_ENTRIES SUPPLIED_
*** Begin section ***

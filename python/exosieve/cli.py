"""The ``exosieve`` command: sweep a case table to HDF5, summarise and chart the result, find
which uncertain input drives it (Sobol' indices), list the case-table columns, invert a measured
isotope ratio for the initial inventory, run the demo."""

from __future__ import annotations

import argparse
import math
import os
import signal
import sys
from pathlib import Path
from typing import Any


def _demo(args: argparse.Namespace) -> int:
    from .demo import run_demo

    run_demo(args.output, None if args.no_chart else args.chart, args.samples, args.seed)
    return 0


def _floats(text: str) -> list[float]:
    try:
        return [float(part) for part in text.split(",") if part.strip()]
    except ValueError:
        raise argparse.ArgumentTypeError(
            f"expected numbers separated by commas, got '{text}'"
        ) from None


def _age(text: str) -> float:
    """An age with its unit word, e.g. '10 Myr' or '4.5Gyr' (s, yr, Myr, Gyr), in seconds."""
    import re

    from .catalogue import UNITS

    match = re.fullmatch(r"\s*([-+0-9.eE]+)\s*([A-Za-z]+)\s*", text)
    scale, unit = UNITS.get(match.group(2), (0.0, "")) if match else (0.0, "")
    try:
        value = float(match.group(1)) * scale if match else math.nan
    except ValueError:
        value = math.nan
    if unit != "s" or not (0 <= value < math.inf):
        raise argparse.ArgumentTypeError(
            f"expected an age with its unit (s, yr, Myr or Gyr), e.g. '10 Myr', got '{text}'"
        )
    return value


def _names(text: str) -> list[str]:
    return [part.strip() for part in text.split(",") if part.strip()]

*** End section ***

_EXERCISE INSTRUCTIONS_
Your answer should be the lines above from the one containing "from __future__ import annotations" through the one containing "value = float(match.group(1))", copied exactly and with both ends kept.

_RESPONSE AREA_
from __future__ import annotations

import argparse
import math
import os
import signal
import sys
from pathlib import Path
from typing import Any


def _demo(args: argparse.Namespace) -> int:
    from .demo import run_demo

    run_demo(args.output, None if args.no_chart else args.chart, args.samples, args.seed)
    return 0


def _floats(text: str) -> list[float]:
    try:
        return [float(part) for part in text.split(",") if part.strip()]
    except ValueError:
        raise argparse.ArgumentTypeError(
            f"expected numbers separated by commas, got '{text}'"
        ) from None


def _age(text: str) -> float:
    """An age with its unit word, e.g. '10 Myr' or '4.5Gyr' (s, yr, Myr, Gyr), in seconds."""
    import re

    from .catalogue import UNITS

    match = re.fullmatch(r"\s*([-+0-9.eE]+)\s*([A-Za-z]+)\s*", text)
    scale, unit = UNITS.get(match.group(2), (0.0, "")) if match else (0.0, "")
    try:
        value = float(match.group(1)) * scale if match else math.nan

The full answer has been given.